For part b), you have to find an optimal construction, and prove that it’s optimal. At national and junior olympiad level, students often forget that they have to supply both of these components. At international level, the challenge is to work out which one gives the entry into the problem. I would say that about two-thirds of the time, either the optimal construction is very obvious, or is best attacked after you’ve had some insight into the bound. For this question (and again it’s just my opinion), I felt it was all about the construction. I made absolutely no progress by aiming for bounds.
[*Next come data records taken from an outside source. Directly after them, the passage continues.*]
impl Block {
    fn new(size: usize) -> Self {
        Self {
            size,
            deviation: vec![0.0; size],
            covariance: vec![0.0; size * size],
        }
    }

    fn add(&mut self, i: usize, j: usize, value: f64) {
        self.covariance[i * self.size + j] += value;
    }

    /// d^T V^- d and the rank of V, by Cholesky in place. V is positive definite in exact
    /// arithmetic (its groups are linked and each has units in a contributing stratum);
    /// a pivot lost to rounding (below 1e-12 of its diagonal) marks a dimension as
    /// dependent and it is skipped, as a generalised inverse would.
    fn solve(&mut self) -> (f64, u64) {
        let m = self.size;
        let v = &mut self.covariance;
        let mut kept = vec![true; m];
        for j in 0..m {
            let diag = v[j * m + j];
            let mut pivot = diag;
            for p in 0..j {
                pivot -= v[j * m + p] * v[j * m + p];
            }
            // A NaN pivot (from a NaN entry) counts as lost too.
            let lost = pivot.is_nan() || pivot <= 1e-12 * diag.abs();
            if lost {
                kept[j] = false;
                for i in j..m {
                    v[i * m + j] = 0.0;
                }
                continue;
            }
            let l = pivot.sqrt();
            v[j * m + j] = l;
            for i in (j + 1)..m {
                let mut sum = v[i * m + j];
                for p in 0..j {
                    sum -= v[i * m + p] * v[j * m + p];
                }
                v[i * m + j] = sum / l;
            }
        }
        // Forward substitution L y = d; Q = |y|^2.
        let mut y = self.deviation.clone();
        let mut q = 0.0;
        for i in 0..m {
            if !kept[i] {
                y[i] = 0.0;
                continue;
            }
            let mut sum = y[i];
            for p in 0..i {
                sum -= v[i * m + p] * y[p];
            }
            y[i] = sum / v[i * m + i];
            q += y[i] * y[i];
        }
        (q, kept.iter().filter(|&&k| k).count() as u64)
    }
}

#[cfg(test)]
mod tests {
    use super::*;
    use crate::testutil::assert_rel;

    #[test]
    fn the_fitted_count_has_the_common_odds_ratio() {
        for &(n1, n2, m1, psi) in &[
            (10.0, 20.0, 5.0, 1.0),
            (100.0, 50.0, 120.0, 3.5),
            (7.0, 9.0, 8.0, 0.01),
            (1e6, 2e6, 3e4, 1.000_000_1),
        ] {
            let a = fitted_count(n1, n2, m1, psi);
            let or = a * (n2 - m1 + a) / ((n1 - a) * (m1 - a));
            assert_rel(or, psi, 1e-9, &format!("{n1} {n2} {m1} {psi}"));
        }
    }

    #[test]
    fn two_groups_give_the_two_by_two_statistic() {
        let strata: [Stratum; 3] = [[12, 88, 5, 95], [3, 47, 9, 141], [0, 10, 1, 9]];
        let mh = mantel_haenszel(&strata, 0.95).expect("valid");
        let groups: Vec<Vec<(u64, u64)>> = (0..2)
            .map(|g| {
                strata
                    .iter()
                    .map(|t| (t[2 * g] + t[2 * g + 1], t[2 * g]))
                    .collect()
            })
            .collect();
        let gc = generalised_cmh(&groups).expect("valid");
        assert_rel(gc.statistic, mh.statistic, 1e-12, "Q vs CMH");
        assert_eq!(gc.df, 1);
    }

    #[test]
    fn groups_sharing_no_stratum_are_compared_within_their_own_set() {
        // Groups 0, 1 make product 0; groups 2, 3 product 1: two separate 2-group
        // comparisons, 2 df, Q their sum.
        let groups = vec![
            vec![(100, 10), (0, 0)],
            vec![(100, 20), (0, 0)],
            vec![(0, 0), (50, 5)],
            vec![(0, 0), (50, 1)],
        ];
        let g = generalised_cmh(&groups).expect("valid");
        assert_eq!((g.df, g.groups_used), (2, 4));
        let one = mantel_haenszel(&[[10, 90, 20, 80]], 0.95).expect("valid");
        let two = mantel_haenszel(&[[5, 45, 1, 49]], 0.95).expect("valid");
        assert_rel(g.statistic, one.statistic + two.statistic, 1e-12, "sum");
    }

    #[test]
    fn nothing_to_compare_is_not_testable() {
        let reason = |e: StatsError| match e {
            StatsError::NotTestable(nt) => nt.reason,
            other => panic!("unexpected {other:?}"),
        };
        let e = mantel_haenszel(&[[0, 10, 0, 20], [0, 5, 0, 5]], 0.95).expect_err("no defective");
        assert_eq!(reason(e), NotTestableReason::TooFewColumns { usable: 1 });
        let e = mantel_haenszel(&[[1, 10, 0, 0]], 0.95).expect_err("one group");
        assert_eq!(reason(e), NotTestableReason::TooFewRows { usable: 1 });
        let e = mantel_haenszel(&[[1, 10, 0, 0], [0, 0, 2, 9]], 0.95).expect_err("apart");
        assert_eq!(
            reason(e),
            NotTestableReason::NoInformativeStratum { strata: 2 }
        );
        let e = generalised_cmh(&[vec![(5, 1), (0, 0)], vec![(0, 0), (5, 2)]]).expect_err("apart");
        assert_eq!(
            reason(e),
            NotTestableReason::NoInformativeStratum { strata: 2 }
        );
        assert_eq!(mantel_haenszel(&[], 0.95), Err(StatsError::EmptyTable));
    }

    #[test]
    fn an_odds_ratio_on_the_edge_is_infinite_not_nan() {
        // Only group 1 has defectives: S = 0.
        let mh = mantel_haenszel(&[[5, 95, 0, 100], [3, 47, 0, 50]], 0.95).expect("valid");
        assert!(mh.odds_ratio.is_infinite());
        assert!(mh.log_odds_ratio_se.is_infinite());
        assert_eq!(mh.breslow_day, None);
        assert!(mh.statistic > 0.0 && mh.p_value < 0.01);
    }
}
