#[test]
fn the_drift_shows_in_seal_leak_defects() {
    let data = generate(DEFAULT_SEED);
    let share = |weeks: std::ops::RangeInclusive<u8>| {
        let mut seal = 0;
        let mut all = 0;
        for r in data
            .records
            .iter()
            .filter(|r| r.site == DRIFT_SITE && weeks.contains(&iso_week(r.date)))
        {
            seal += r.defects[2];
            all += r.defects.iter().sum::<u64>();
        }
        seal as f64 / all as f64
    };
    assert_eq!(CATEGORIES[2], "seal-leak");
    let before = share(2..=13);
    let during = share(DRIFT_FLAGGED_WEEKS);
    println!("{DRIFT_SITE} seal-leak share of defects: before {before:.3}, during {during:.3}");
    assert!(
        before < 0.25 && during > 0.45,
        "before {before}, during {during}"
    );
}

#[test]
fn the_spike_line_is_flagged_above_among_its_plants_lines_in_its_week() {
    let data = generate(DEFAULT_SEED);
    let weeks = weekly(&data, |r| r.site == SPIKE_SITE, |r| r.line.to_string());
    let groups = &weeks[&SPIKE_WEEK];
    let stats = k_by_2(groups);
    let z = residual_of(groups, &stats, SPIKE_LINE);
    println!("{SPIKE_SITE} lines W{SPIKE_WEEK:02}: {SPIKE_LINE} z = {z:.1}");
    assert!(z > 2.0 * FLAG_THRESHOLD, "{SPIKE_LINE} z = {z:.2}");

    // Day level: each spike day, the line stands out among its plant's lines.
    for day in 24..=26 {
        let date = Date::from_calendar_date(2026, time::Month::February, day).expect("date");
        // Summed over the line's product rows.
        let mut by_line: BTreeMap<&str, (u64, u64)> = BTreeMap::new();
        for r in data
            .records
            .iter()
            .filter(|r| r.site == SPIKE_SITE && r.date == date)
        {
            let cell = by_line.entry(r.line).or_default();
            cell.0 += r.inspected;
            cell.1 += r.defective;
        }
        let groups: Vec<Group> = by_line
            .into_iter()
            .map(|(line, (n, x))| (line.to_string(), n, x))
            .collect();
        let stats = k_by_2(&groups);
        let z = residual_of(&groups, &stats, SPIKE_LINE);
        println!("{SPIKE_SITE} lines 2026-02-{day}: {SPIKE_LINE} z = {z:.1}");
        assert!(
            z > 2.0 * FLAG_THRESHOLD,
            "2026-02-{day}: {SPIKE_LINE} z = {z:.2}"
        );
    }

    // The spike pushes the whole plant above in that week, and is not a plant-wide habit.
    let sites = weekly_sites(&data);
    let groups = &sites[&SPIKE_WEEK];
    let z_site = residual_of(groups, &k_by_2(groups), SPIKE_SITE);
    println!("{SPIKE_SITE} site-level W{SPIKE_WEEK:02}: z = {z_site:.1}");
    assert!(z_site > FLAG_THRESHOLD);

    // In the other weeks the line is not flagged above among its plant's lines.
    for (week, groups) in weeks.iter().filter(|(w, _)| **w != SPIKE_WEEK) {
        let z = residual_of(groups, &k_by_2(groups), SPIKE_LINE);
        assert!(z < FLAG_THRESHOLD, "W{week:02}: {SPIKE_LINE} z = {z:.2}");
    }
}
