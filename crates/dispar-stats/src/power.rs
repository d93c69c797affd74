//! Power of the two-group comparison of rates: the smallest difference a two-sided test
//! could detect for given volumes, and the volume needed to detect a given difference.
//!
//! The normal approximation on Cohen's arcsine effect size h = 2 asin sqrt(p1) -
//! 2 asin sqrt(p0), whose estimate has variance close to 1/n1 + 1/n2 whatever the rates
//! (Cohen 1988, *Statistical Power Analysis for the Behavioral Sciences*, 2nd ed.,
//! chapter 6, chapter recalled from memory). A two-sided z test at level alpha rejects
//! when |ĥ| / se > z, z = z_{1-alpha/2}; with a true effect of c standard errors its
//! power is Phi(c - z) + Phi(-c - z), counting both rejection tails as statsmodels'
//! `NormalIndPower` does. [`PowerRule`] solves that for c once per (alpha, power); every
//! question after that is a square root and a few trigonometric functions.

use std::f64::consts::FRAC_PI_2;

use crate::chisq::upper_tail_unchecked;
use crate::error::{StatsError, check_open_unit};
use crate::interval::normal_upper_quantile;

/// The multiple c of the standard error at which a two-sided z test at `alpha` has
/// `power`: the root of Phi(c - z) + Phi(-c - z) = power, z = z_{1-alpha/2}.
#[derive(Debug, Clone, Copy, PartialEq)]
pub struct PowerRule {
    alpha: f64,
    power: f64,
    multiple: f64,
}

/// P(Z > x), accurate in both tails: half the chi-square tail of x² on 1 df for x >= 0.
fn normal_upper(x: f64) -> f64 {
    if x >= 0.0 {
        0.5 * upper_tail_unchecked(x * x, 1).p
    } else {
        1.0 - 0.5 * upper_tail_unchecked(x * x, 1).p
    }
}

/// The standard normal density.
fn normal_density(x: f64) -> f64 {
    (-0.5 * x * x).exp() / (2.0 * std::f64::consts::PI).sqrt()
}

impl PowerRule {
    /// The rule for a two-sided test at `alpha` with the wanted `power`.
    ///
    /// Errors: `alpha` outside (0, 1); `power` not strictly between `alpha` (the power of
    /// a test against no effect) and 1.
    ///
    /// ```
    /// use dispar_stats::power::PowerRule;
    /// let rule = PowerRule::new(0.05, 0.8)?;
    /// // z_{0.975} + z_{0.8} = 2.8015853 if the far tail is ignored; counting it, 2.8015818
    /// // (mpmath 1.4.1, tools/reference/trend_power_fixtures.py).
    /// assert!((rule.multiple() - 2.801_581_787).abs() < 1e-9);
    /// # Ok::<(), dispar_stats::StatsError>(())
    /// ```
    pub fn new(alpha: f64, power: f64) -> Result<Self, StatsError> {
        check_open_unit("alpha", alpha)?;
        if !(power > alpha && power < 1.0) {
            return Err(StatsError::InvalidParameter {
                name: "power",
                value: power,
                requirement: "strictly between alpha and 1",
            });
        }
        let z = normal_upper_quantile(0.5 * alpha);
        // f(c) = power(c) - power rises from alpha - power < 0 at c = 0; ignoring the far
        // tail gives c0 = z + Phi^-1(power) > 0 (as power > alpha / 2), where f >= 0. So
        // [0, c0] brackets the root; Newton steps that leave it are replaced by bisection.
        let f = |c: f64| normal_upper(z - c) + normal_upper(z + c) - power;
        let (mut lo, mut hi) = (0.0, z + normal_upper_quantile(1.0 - power));
        let mut c = hi;
        for _ in 0..200 {
            let fc = f(c);
            if fc == 0.0 {
                break;
            }
            if fc < 0.0 {
                lo = c;
            } else {
                hi = c;
            }
            let slope = normal_density(c - z) - normal_density(c + z);
            let newton = c - fc / slope;
            let next = if newton > lo && newton < hi && newton.is_finite() {
                newton
            } else {
                0.5 * (lo + hi)
            };
            let done = (next - c).abs() <= 4.0 * f64::EPSILON * c;
            c = next;
            if done || hi - lo <= 4.0 * f64::EPSILON * hi {
                break;
            }
        }
        Ok(PowerRule {
            alpha,
            power,
            multiple: c,
        })
    }

    /// The test's level.
    pub fn alpha(&self) -> f64 {
        self.alpha
    }

    /// The wanted power.
    pub fn power(&self) -> f64 {
        self.power
    }

    /// The multiple c of the standard error (about 2.8016 at alpha 0.05, power 0.8).
    pub fn multiple(&self) -> f64 {
        self.multiple
    }

    /// The smallest effect h = 2 asin sqrt(p1) - 2 asin sqrt(p0) detectable between groups
    /// of `n1` and `n2` units: c sqrt(1/n1 + 1/n2). Units may be fractional (expected
    /// volumes); a group with no units (n <= 0, or NaN) detects nothing: infinity.
    pub fn detectable_effect(&self, n1: f64, n2: f64) -> f64 {
        if !(n1 > 0.0 && n2 > 0.0) {
            return f64::INFINITY;
        }
        self.multiple * (1.0 / n1 + 1.0 / n2).sqrt()
    }

    /// The smallest rise from the rate `p0` detectable between groups of `n1` and `n2`
    /// units: p1 - p0 with p1 = sin²(asin sqrt(p0) + h/2), h from
    /// [`detectable_effect`](Self::detectable_effect). `None` when no rate up to 1 gets
    /// there (small groups, or a rate near 1), when `p0` is outside [0, 1], or when a
    /// group has no units. Computed as sin(2a + h/2) sin(h/2), a = asin sqrt(p0), the same
    /// difference of squares without the cancellation of sin²(a + h/2) - p0 at large
    /// volumes. A handful of floating-point functions: cheap enough for every pair.
    ///
    /// ```
    /// use dispar_stats::power::PowerRule;
    /// let rule = PowerRule::new(0.05, 0.8)?;
    /// // 1,000 units each at 2%: a rise of 2.13 points (to 4.13%) is detectable.
    /// let d = rule.detectable_difference(0.02, 1000.0, 1000.0).expect("reachable");
    /// assert!((d - 0.021_257_348).abs() < 1e-8); // mpmath 1.4.1
    /// // Five units each at 99% cannot show any rise.
    /// assert_eq!(rule.detectable_difference(0.99, 5.0, 5.0), None);
    /// # Ok::<(), dispar_stats::StatsError>(())
    /// ```
    pub fn detectable_difference(&self, p0: f64, n1: f64, n2: f64) -> Option<f64> {
        if !(0.0..=1.0).contains(&p0) {
            return None;
        }
        let half = 0.5 * self.detectable_effect(n1, n2);
        let a = p0.sqrt().asin();
        if !half.is_finite() || a + half > FRAC_PI_2 {
            return None;
        }
        Some((2.0 * a + half).sin() * half.sin())
    }

    /// Units per group (two equal groups) needed to detect a change of the rate from `p0`
    /// to `p0 + difference`: 2 (c / h)². A fall (negative `difference`) is answered too.
    /// h is computed as 2 asin((p1 - p0) / (sqrt(p1 q0) + sqrt(p0 q1))), equal to
    /// 2 asin sqrt(p1) - 2 asin sqrt(p0) but without its cancellation for small
    /// differences.
    ///
    /// Errors: `p0` outside [0, 1], `difference` 0 or not finite, or `p0 + difference`
    /// outside [0, 1].
    ///
    /// ```
    /// use dispar_stats::power::PowerRule;
    /// let rule = PowerRule::new(0.05, 0.8)?;
    /// // From 2% to 3%: 3,788.3 units in each group (mpmath 1.4.1).
    /// assert!((rule.units_needed(0.02, 0.01)? - 3788.294_974).abs() < 1e-5);
    /// # Ok::<(), dispar_stats::StatsError>(())
    /// ```
    pub fn units_needed(&self, p0: f64, difference: f64) -> Result<f64, StatsError> {
        if !(0.0..=1.0).contains(&p0) {
            return Err(StatsError::InvalidParameter {
                name: "rate",
                value: p0,
                requirement: "between 0 and 1",
            });
        }
        if !(difference.is_finite() && difference != 0.0) {
            return Err(StatsError::InvalidParameter {
                name: "difference",
                value: difference,
                requirement: "finite and not 0",
            });
        }
        let p1 = p0 + difference;
        if !(0.0..=1.0).contains(&p1) {
            return Err(StatsError::InvalidParameter {
                name: "rate plus difference",
                value: p1,
                requirement: "between 0 and 1",
            });
        }
        let (q0, q1) = (1.0 - p0, (1.0 - p0) - difference);
        let denominator = (p1 * q0).sqrt() + (p0 * q1.max(0.0)).sqrt();
        // asin(sqrt p1) - asin(sqrt p0) = asin(sqrt(p1) sqrt(q0) - sqrt(p0) sqrt(q1)), and
        // that difference of products is (p1 - p0) / denominator.
        let half_h = (difference / denominator).clamp(-1.0, 1.0).asin();
        Ok(0.5 * (self.multiple / half_h).powi(2))
    }
}

#[cfg(test)]
mod tests {
    use super::*;

    #[test]
    fn the_rule_reaches_its_power() {
        for &(alpha, power) in &[
            (0.05, 0.8),
            (0.01, 0.9),
            (0.05, 0.06),
            (1e-8, 0.99),
            (0.5, 0.51),
        ] {
            let rule = PowerRule::new(alpha, power).expect("valid");
            let z = normal_upper_quantile(0.5 * alpha);
            let c = rule.multiple();
            let got = normal_upper(z - c) + normal_upper(z + c);
            assert!(
                (got - power).abs() < 1e-14,
                "alpha {alpha}, power {power}: {got}"
            );
        }
    }

    #[test]
    fn impossible_levels_are_refused() {
        for &(alpha, power) in &[
            (0.0, 0.8),
            (1.0, 0.8),
            (0.05, 0.05),
            (0.05, 0.01),
            (0.05, 1.0),
            (0.05, f64::NAN),
        ] {
            assert!(
                PowerRule::new(alpha, power).is_err(),
                "alpha {alpha}, power {power}"
            );
        }
    }

    #[test]
    fn empty_groups_and_bad_rates_detect_nothing() {
        let rule = PowerRule::new(0.05, 0.8).expect("valid");
        assert_eq!(rule.detectable_effect(0.0, 100.0), f64::INFINITY);
        assert_eq!(rule.detectable_effect(f64::NAN, 100.0), f64::INFINITY);
        assert_eq!(rule.detectable_difference(0.1, 0.0, 100.0), None);
        assert_eq!(rule.detectable_difference(-0.1, 100.0, 100.0), None);
        assert_eq!(rule.detectable_difference(f64::NAN, 100.0, 100.0), None);
        assert_eq!(rule.detectable_difference(1.0, 1e9, 1e9), None);
        assert!(rule.units_needed(0.1, 0.0).is_err());
        assert!(rule.units_needed(0.95, 0.1).is_err());
        assert!(rule.units_needed(1.5, -0.6).is_err());
        assert!(rule.units_needed(0.1, f64::NAN).is_err());
    }

    #[test]
    fn units_needed_inverts_the_detectable_difference() {
        let rule = PowerRule::new(0.05, 0.8).expect("valid");
        for &(p0, n) in &[
            (0.01, 1e5),
            (0.3, 50.0),
            (1e-6, 1e9),
            (0.9, 2000.0),
            (0.0, 400.0),
        ] {
            let d = rule.detectable_difference(p0, n, n).expect("reachable");
            let back = rule.units_needed(p0, d).expect("valid");
            assert!((back - n).abs() <= 1e-9 * n, "p0 {p0}, n {n}: {back}");
        }
    }
}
Whereas the construction offers plenty of insight into how to prove the bounds, and so once I had it, I found it quick.

The usual rules apply. An optimal construction is going to have to be neat to describe. It’s very unlikely to have millions of cases. Intuitively, it seems reasonable that starting the contestants in reverse order gives the jury the greatest possible ‘elbow room’ to squeeze moves into the procedure. Perhaps you tried to prove this directly, by coupling a procedure starting from arbitrary order with a corresponding procedure starting from reverse order? Well, I found that very hard, and perhaps you did too.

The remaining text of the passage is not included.